Sunday 10 April 2011

The Dragonfly Pool - Eva Ibbotson

There is a great deal of the author in this book and it clearly draws on her own memories of the period leading up to the Second World War. Her father was a physiologist and the central character has a father who is a doctor. Ibbotson went to Dartington Hall School, which has transferred itself to the book as Delderton Hall. Bergania, the small European country that features in the book is not unlike parts of Austria, from which Ibbotson originated.

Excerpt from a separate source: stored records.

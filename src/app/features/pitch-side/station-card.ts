import { ChangeDetectionStrategy, Component, computed, inject, input, output } from '@angular/core';
import { MatButtonModule } from '@angular/material/button';
import { POSITION_STYLE, type Station, type StationVerdict } from '../../../../shared/types';
import type { IconName } from '../../core/icons/icon-names';
import { ICONS } from '../../core/icons/shipped-icon';
import { ACTIVITY_KIND_LABELS } from '../../core/labels/plan-labels';
import { StationDiagram } from '../../shared/components/station-diagram';
import { SizeInUnitsPipe } from '../../shared/pipes/size-in-units';
import { UnitChoice } from '../../core/units/unit-choice';
import { readableOn, ROLE_TAGS, startRoles } from '../plans/services/plan-words';

/** The three verdicts a coach can give a station, with their labels and icons. */
export const VERDICTS: { value: StationVerdict; label: string; icon: IconName }[] = [
  { value: 'too-easy', label: $localize`:How a station is going:Too easy`, icon: 'trending_up' },
  { value: 'right', label: $localize`:How a station is going:About right`, icon: 'thumb_up' },
  { value: 'too-hard', label: $localize`:How a station is going:Too hard`, icon: 'trending_down' },
];

/**
 * One station as a coach reads it at arm's length: kind and format, the set-up drawn, notes for
 * the day, the group with sides or roles, and the verdict buttons.
 */
@Component({
  selector: 'cw-station-card',
  imports: [MatButtonModule, ...ICONS, StationDiagram, SizeInUnitsPipe],
  templateUrl: './station-card.html',
  styleUrl: './station-card.scss',
  changeDetection: ChangeDetectionStrategy.OnPush,
})
export class StationCard {
  /** The station to show. */
  readonly station = input.required<Station>();
  /** 1-based number shown on the card. */
  readonly number = input.required<number>();
  /** Player names by id. */
  readonly names = input.required<Record<string, string>>();
  /** Whether the verdict buttons are offered (the current phase only). */
  readonly canJudge = input(false);
  /** The verdict last given here, if any. */
  readonly verdict = input<string | null>(null);
  /** Whether that verdict is still waiting to reach the server. */
  readonly verdictQueued = input(false);
  /** Players who just moved into this station. */
  readonly arrivals = input<string[]>([]);
  /** Why the last verdict could not step the station (an area at its limit), in plain words. */
  readonly refusal = input<string | null>(null);
  /** Emits the coach's verdict. */
  readonly judged = output<StationVerdict>();

  protected readonly verdicts = VERDICTS;
  protected readonly kindLabels = ACTIVITY_KIND_LABELS;
  /** The reader's units for the area's size. */
  protected readonly units = inject(UnitChoice);
  protected readonly headingId = computed(() => `station-${this.station().id}-title`);

  protected readonly group = computed(() => {
    const station = this.station();
    const names = this.names();
    const roles = startRoles(station);
    const arrivals = new Set(this.arrivals());
    return station.playerIds.map((id, i) => {
      const role = roles.get(id) ?? 'player';
      return {
        id,
        number: i + 1,
        name: names[id] ?? id,
        fill: POSITION_STYLE[role].fill,
        text: readableOn(POSITION_STYLE[role].fill, POSITION_STYLE[role].text),
        role: ROLE_TAGS[role] ?? null,
        arrived: arrivals.has(id),
      };
    });
  });

  /** The verdict buttons' group, for screen readers. */
  protected readonly verdictsLabel = computed(
    () =>
      $localize`:The buttons that say how a station is going:How is station ${this.number()}:stationNumber: going?`,
  );

  /** "12 players", "12 players + a coach": who plays at the station. */
  protected readonly playersWords = computed(() => {
    const count = this.station().playerIds.length;
    return this.station().coachJoins
      ? $localize`:The players at a station, and a coach who joins them:${count}:count: players + a coach`
      : $localize`:The players at a station:${count}:count: players`;
  });

  /** "Too easy noted · saved": the verdict given, and whether it has reached the server. */
  protected statusWords(value: string | null): string {
    const label = VERDICTS.find((v) => v.value === value)?.label ?? '';
    return this.verdictQueued()
      ? $localize`:The verdict given, still waiting to be sent:${label}:verdict: noted · waiting for the network`
      : $localize`:The verdict given, saved:${label}:verdict: noted · saved`;
  }
}
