/**
 * Words and colours for the engine's activity codes, shared by the screens and the printed card
 * so both say and draw the same thing.
 */
import type { ActivityKind, PositionRole } from './plan';
import type { Focus } from './plan-request';

export const ACTIVITY_KIND_LABELS: Record<ActivityKind, string> = {
  'ball-mastery': 'Ball mastery',
  'tag-game': 'Tag game',
  duel: '1v1 duels',
  'receiving-turning': 'Receive and turn',
  'passing-pattern': 'Passing practice',
  'passing-finishing': 'Passing and finishing',
  'shooting-game': 'Shooting game',
  'keep-ball': 'Keep-ball',
  'directional-possession': 'Possession to a target',
  transition: 'Transition game',
  'small-sided-game': 'Small-sided game',
  goalkeeping: 'Goalkeepers’ warm-up',
  speed: 'Speed',
  'movement-prep': 'Movement preparation',
  'cool-down': 'Cool-down',
  break: 'Drinks break',
};

export const FOCUS_LABELS: Record<Focus, string> = {
  passing: 'Passing',
  receiving: 'Receiving',
  dribbling: 'Dribbling',
  '1v1': '1v1',
  finishing: 'Finishing',
  pressing: 'Pressing',
  possession: 'Possession',
  transition: 'Transition',
  goalkeeping: 'Goalkeeping',
  speed: 'Speed',
};

/**
 * How each start position is drawn: its fill, the number's colour (4.5:1 or better against the
 * fill, WCAG 2.1 AA) and its legend words.
 */
export const POSITION_STYLE: Record<PositionRole, { fill: string; text: string; label: string }> = {
  player: { fill: '#0b4f56', text: '#ffffff', label: 'Player' },
  attacker: { fill: '#21508f', text: '#ffffff', label: 'Attacker' },
  defender: { fill: '#b8342a', text: '#ffffff', label: 'Defender (bib)' },
  goalkeeper: { fill: '#f2c230', text: '#1b1b1b', label: 'Goalkeeper' },
  'team-a': { fill: '#b84d17', text: '#ffffff', label: 'Side A (bibs)' },
  'team-b': { fill: '#21508f', text: '#ffffff', label: 'Side B' },
  server: { fill: '#6b3d98', text: '#ffffff', label: 'Server' },
  neutral: { fill: '#5f6b66', text: '#ffffff', label: 'Neutral' },
  coach: { fill: '#ffffff', text: '#1b1b1b', label: 'Coach' },
};

/** Colours of the kit in a diagram. */
export const MARKER_STYLE = {
  cone: '#e8742a',
  goal: '#2b2b2b',
  gate: '#e8742a',
  zone: 'rgba(242, 194, 48, 0.25)',
  line: '#ffffff',
} as const;
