import type { Plan } from './plan';
import type { PlanRequest } from './plan-request';

/** What the register is read from: the plan's players and length, and its roster changes. */
export interface PlanRoster {
  request: Pick<PlanRequest, 'players' | 'minutes'>;
  rosterChanges?: Plan['rosterChanges'];
}

/** One player who came to a session: on time, or late, or leaving early (both still count as came). */
export interface AttendanceEntryDto {
  playerId: string;
  /** Minutes after the start the player arrived; absent when on time. */
  lateMinutes?: number;
  /** Minutes before the end the player left; absent when they stayed to the end. */
  leftEarlyMinutes?: number;
}

/** Body of PUT /api/plans/:id/attendance: the new form, or `playerIds` from older clients. */
export type AttendanceUpdate = { players: AttendanceEntryDto[] } | { playerIds: string[] };

/**
 * Who came to a session, read from the plan pitch-side kept: everyone who was in it at some
 * minute, with the minutes they came late or left early. A late arrival and an early leaver
 * both came; a player taken off before the start (minute 0) did not.
 */
export function attendanceFromPlan(plan: PlanRoster): AttendanceEntryDto[] {
  const changes = [...(plan.rosterChanges ?? [])].sort((a, b) => a.fromMinute - b.fromMinute);
  const minutes = plan.request.minutes;
  // Who was there at the start: today's players with every change undone, newest first.
  const start = new Set(plan.request.players.map((p) => p.id));
  for (const change of [...changes].reverse()) {
    for (const id of change.added) start.delete(id);
    for (const id of change.removed) start.add(id);
  }
  const order: string[] = [...start];
  const joined = new Map<string, number>([...start].map((id) => [id, 0]));
  const left = new Map<string, number>();
  for (const change of changes) {
    const at = Math.max(0, Math.min(minutes, change.fromMinute));
    for (const id of change.added) {
      if (!joined.has(id)) {
        joined.set(id, at);
        order.push(id);
      }
      left.delete(id);
    }
    for (const id of change.removed) left.set(id, at);
  }
  const out: AttendanceEntryDto[] = [];
  for (const id of order) {
    const from = joined.get(id)!;
    const to = left.get(id) ?? minutes;
    if (to <= from) continue;
    out.push({
      playerId: id,
      ...(from > 0 ? { lateMinutes: from } : {}),
      ...(to < minutes ? { leftEarlyMinutes: minutes - to } : {}),
    });
  }
  return out;
}

/** Players who came and then left a running session, so nobody waits for them to arrive. */
export function leftEarlyIds(plan: PlanRoster): Set<string> {
  const here = new Set(plan.request.players.map((p) => p.id));
  return new Set(
    attendanceFromPlan(plan)
      .map((e) => e.playerId)
      .filter((id) => !here.has(id)),
  );
}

This reliance on her own experience allows Ibbotson to draw a compelling and realistic backdrop to a simple and powerful tale about friendship. True, it is aimed at a readership just reaching double figures, and once or twice points out things that an adult reader will long since have understood, but that does not hurt the book in any way. It does not talk down to its readers, it never breaks off a well paced story to fill in background detail, and it relishes the portraits it paints of the characters involved.

Tally, a young London girl is offered a scholarship to a school in Devon. Although she does not want to leave her father and aunts, she reluctantly agrees to go and soon discovers that not all private schools are the same. Delderton is a progressive school and there she blossoms. As a person whose only worries are for other people she is the driving force behind a cultural visit to a Europe on the brink of war and aids the escape of a prince from a country about to be overrun by the German army. Back in England they discover that fascists can be found in all walks of life and the prince must escape once again.

This manages to be an exciting story with welcome overtones of the anarchic humour of her ghost books. The characters are broadly sketched, yet have a core of realism that prevents them becoming grotesque. And it is packed with an impassioned view of the world that argues for the kind of education and upbringing that is all too often dismissed, especially by people who have no real knowledge of education. Yet that is never a lecture. Rather it forms an essential part of the story.

I can heartily recommend this to all adults, and especially those with children as it is not only a good read in its own right but comes from an author who can provide a bridge from the fantastical (do read her ghost books if you haven’t yet) to the magical in the everyday and sometime grim real world.